§ **Description of the task**: Transcribe, verbatim, every line from the start of the entries through the line that contains "expect(r.cutAtS).toBeNull();"; include both boundary lines and omit all others.
Provided data Block Start
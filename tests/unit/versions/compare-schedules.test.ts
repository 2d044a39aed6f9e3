import { describe, expect, it } from 'vitest';
import { readFileSync } from 'node:fs';
import { parseSpec, streamPulses, type Spec } from '@/lib/schedule';
import { COMPARE_TRIALS, compareSchedules } from '@/lib/versions/compare-schedules';

function example(): Spec {
  const r = parseSpec(JSON.parse(readFileSync('lib/schedule/examples/optical-ramp-sine.json', 'utf8')));
  if (!r.ok) throw new Error('example invalid');
  return r.spec;
}

describe('compareSchedules', () => {
  it('shows the first trials of both versions, every pulse accounted for', () => {
    const a = example();
    const b: Spec = { ...a, pulse: { ...a.pulse, amplitude: 5 } }; // timing unchanged
    const r = compareSchedules(a, b);
    expect(r.trials.map((t) => t.trial)).toEqual([0, 1, 2, 3, 4, 5].slice(0, COMPARE_TRIALS));
    expect(r.cutAtS).toBeNull();
    for (const t of r.trials) {
      const n = [...streamPulses(a, { trials: [t.trial] })].length;
      expect(t.unchanged.length).toBe(n);
      expect(t.added.length + t.removed.length).toBe(0);
    }
    expect(r.durationS).toBe(180);
  });

  it('shows no more trials than the shorter version has', () => {
    const a = example();
    expect(compareSchedules(a, { ...a, trials: 2 }).trials).toHaveLength(2);
  });

  it('cuts a schedule too long to draw at one instant for both, so nothing looks removed for lack of generation', () => {
    // 24 h at 40 Hz ≈ 3.5 million pulses in the first trial: far over the drawing budget.
    const a: Spec = { ...example(), envelope: [{ kind: 'ramp', durationS: 86_400, fromHz: 40, toHz: 40 }], caps: undefined, ceilingHz: 50, trials: 1 };
    const b: Spec = { ...a, seed: `${a.seed}-other` }; // different seed: different pulse counts per second
    const r = compareSchedules(a, b);
    expect(r.trials).toHaveLength(1);
    expect(r.cutAtS).not.toBeNull();
    expect(r.cutAtS!).toBeLessThan(86_400);
    const t = r.trials[0]!;
    // One assertion over all onsets: an expect per onset (~400 000) costs seconds.
    const shown = [...t.unchanged, ...t.removed, ...t.added];
    expect(shown.length).toBeGreaterThan(0);
    expect(shown.filter((s) => !(s < r.cutAtS!))).toEqual([]);
    // Same seed against itself: cut at the same point, all shared.
    const same = compareSchedules(a, a).trials[0]!;
    expect(same.removed.length + same.added.length).toBe(0);
  });
});
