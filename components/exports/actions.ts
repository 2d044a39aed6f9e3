'use server';

import { headers } from 'next/headers';
import { z } from 'zod';
import { memberAction } from '@/lib/auth/guard';
import { clientAddress } from '@/lib/auth/rate-limit';
import { acknowledgeCautions } from '@/lib/exports/acknowledge';

const acknowledgeSchema = z.object({ versionId: z.uuid({ error: 'Unknown version' }) });

/** The person has read the export cautions for this version; recorded once, with an audit row. */
export const acknowledgeExportCautions = memberAction('exports.download', acknowledgeSchema, async (input, member) => {
  const ip = clientAddress(await headers());
  const r = await acknowledgeCautions({ labId: member.lab.id, userId: member.user.id, email: member.user.email, ip }, input.versionId);
  return { acknowledgedAt: r.acknowledgedAt.toISOString() };
});
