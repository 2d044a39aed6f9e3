/**
 * Test-only data for the rig browser tests, written straight to the test database
 * (DATABASE_URL from scripts/test.mjs): one protocol with an approved v1 and a draft v2 on
 * the demo rig "Bench 2 — blue light", under a unique name so that no other test's
 * acknowledgements or downloads touch them.
 */
import postgres from 'postgres';
import { scanSchedule, type Spec } from '../../../lib/schedule';

export const BENCH_2 = 'Bench 2 — blue light';

export function e2eSpec(seed: string): Spec {
  return {
    format: 'pulseloom-spec/1',
    envelope: [{ kind: 'sine', durationS: 60, meanHz: 6, depthHz: 4, freqHz: 0.2, phaseDeg: 0 }],
    ceilingHz: 12,
    refractory: { absoluteMs: 20, recoveryMs: 0 },
    pulse: { widthMs: 10, amplitude: 3, unit: 'mW' },
    trials: 4,
    seed,
    clockHz: 10_000,
  };
}

function sql() {
  const url = process.env.DATABASE_URL;
  if (!url) throw new Error('DATABASE_URL is not set: run the browser tests with `npm test -- e2e`');
  return postgres(url, { max: 1, onnotice: () => {} });
}

export async function makeRigVersions(tag: string) {
  const db = sql();
  try {
    const [rig] = await db<{ id: string; lab_id: string }[]>`
      select r.id, r.lab_id from rigs r join labs l on l.id = r.lab_id
      where l.slug = 'harbor-lane' and r.name = ${BENCH_2}`;
    const [officer] = await db<{ id: string }[]>`select id from users where email = 'tomas.reyes@harborlane.test'`;
    const name = `Rig test protocol ${tag}`;
    const [protocol] = await db<{ id: string }[]>`
      insert into protocols (lab_id, name, modality) values (${rig!.lab_id}, ${name}, 'optical') returning id`;
    const approvedSpec = e2eSpec(`e2e-approved-${tag}`);
    const checksum = scanSchedule(approvedSpec).checksum;
    const [approved] = await db<{ id: string }[]>`
      insert into protocol_versions (lab_id, protocol_id, number, status, spec, rig_id, checksum, approved_checksum, decided_by, decided_at, submitted_at)
      values (${rig!.lab_id}, ${protocol!.id}, 1, 'approved', ${db.json(approvedSpec as never)}, ${rig!.id}, ${checksum}, ${checksum}, ${officer!.id}, now(), now())
      returning id`;
    const [draft] = await db<{ id: string }[]>`
      insert into protocol_versions (lab_id, protocol_id, number, status, spec, rig_id)
      values (${rig!.lab_id}, ${protocol!.id}, 2, 'draft', ${db.json(e2eSpec(`e2e-draft-${tag}`) as never)}, ${rig!.id})
      returning id`;
    return { rigId: rig!.id, protocolName: name, approvedId: approved!.id, draftId: draft!.id, checksum };
  } finally {
    await db.end();
  }
}

export async function auditActions(subjectId: string) {
  const db = sql();
  try {
    return await db<{ action: string; actor_label: string; actor_token_id: string | null }[]>`
      select action, actor_label, actor_token_id from audit_log where subject_id = ${subjectId} order by id`;
  } finally {
    await db.end();
  }
}
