'use server';

import { revalidatePath } from 'next/cache';
import { headers } from 'next/headers';
import { and, eq } from 'drizzle-orm';
import { db } from '@/db/client';
import { memberships } from '@/db/schema';
import { recordAudit } from '@/db/queries/audit';
import { memberAction } from '@/lib/auth/guard';
import { inviteSchema, memberRolesSchema } from '@/lib/auth/schemas';
import { createInvitationWith } from '@/lib/auth/invite';
import { conflict, notFound } from '@/lib/http/errors';
import { clientAddress } from '@/lib/auth/rate-limit';
import { deliverSoon } from '@/lib/mail/deliver';
import { env } from '@/lib/env';

export const inviteMember = memberAction('members.manage', inviteSchema, async (input, member) => {
  const ip = clientAddress(await headers());
  await db.transaction(async (tx) => {
    await createInvitationWith(tx, {
      lab: member.lab,
      email: input.email,
      roles: input.roles,
      invitedBy: member.user,
      appUrl: env().APP_URL,
      ip,
    });
  });
  deliverSoon();
  revalidatePath('/members');
  return { email: input.email };
});

export const setMemberRoles = memberAction('members.manage', memberRolesSchema, async (input, member) => {
  await db.transaction(async (tx) => {
    const rows = await tx
      .select({ userId: memberships.userId, roles: memberships.roles })
      .from(memberships)
      .where(eq(memberships.labId, member.lab.id))
      .for('update');
    const target = rows.find((r) => r.userId === input.userId);
    if (!target) throw notFound('That person is not a member of this lab.');
    const adminsAfter = rows.filter((r) =>
      r.userId === input.userId ? input.roles.includes('lab_admin') : r.roles.includes('lab_admin'),
    );
    if (adminsAfter.length === 0) throw conflict('A lab keeps at least one lab admin.');
    await tx
      .update(memberships)
      .set({ roles: input.roles })
      .where(and(eq(memberships.labId, member.lab.id), eq(memberships.userId, input.userId)));
    await recordAudit(tx, {
      labId: member.lab.id,
      actor: { userId: member.user.id, label: member.user.email },
      action: 'member.roles_changed',
      subjectType: 'user',
      subjectId: input.userId,
      details: { from: target.roles, to: input.roles },
    });
  });
  revalidatePath('/members');
  return undefined;
});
Provided data Block End
§ **Exercise solution**:
filename tests/unit/versions/compare-schedules.test.ts
repository 2d044a39aed6f9e3
import { describe, expect, it } from 'vitest';
import { readFileSync } from 'node:fs';
import { parseSpec, streamPulses, type Spec } from '@/lib/schedule';
import { COMPARE_TRIALS, compareSchedules } from '@/lib/versions/compare-schedules';

function example(): Spec {
  const r = parseSpec(JSON.parse(readFileSync('lib/schedule/examples/optical-ramp-sine.json', 'utf8')));
  if (!r.ok) throw new Error('example invalid');
  return r.spec;
}

describe('compareSchedules', () => {
  it('shows the first trials of both versions, every pulse accounted for', () => {
    const a = example();
    const b: Spec = { ...a, pulse: { ...a.pulse, amplitude: 5 } }; // timing unchanged
    const r = compareSchedules(a, b);
    expect(r.trials.map((t) => t.trial)).toEqual([0, 1, 2, 3, 4, 5].slice(0, COMPARE_TRIALS));
    expect(r.cutAtS).toBeNull();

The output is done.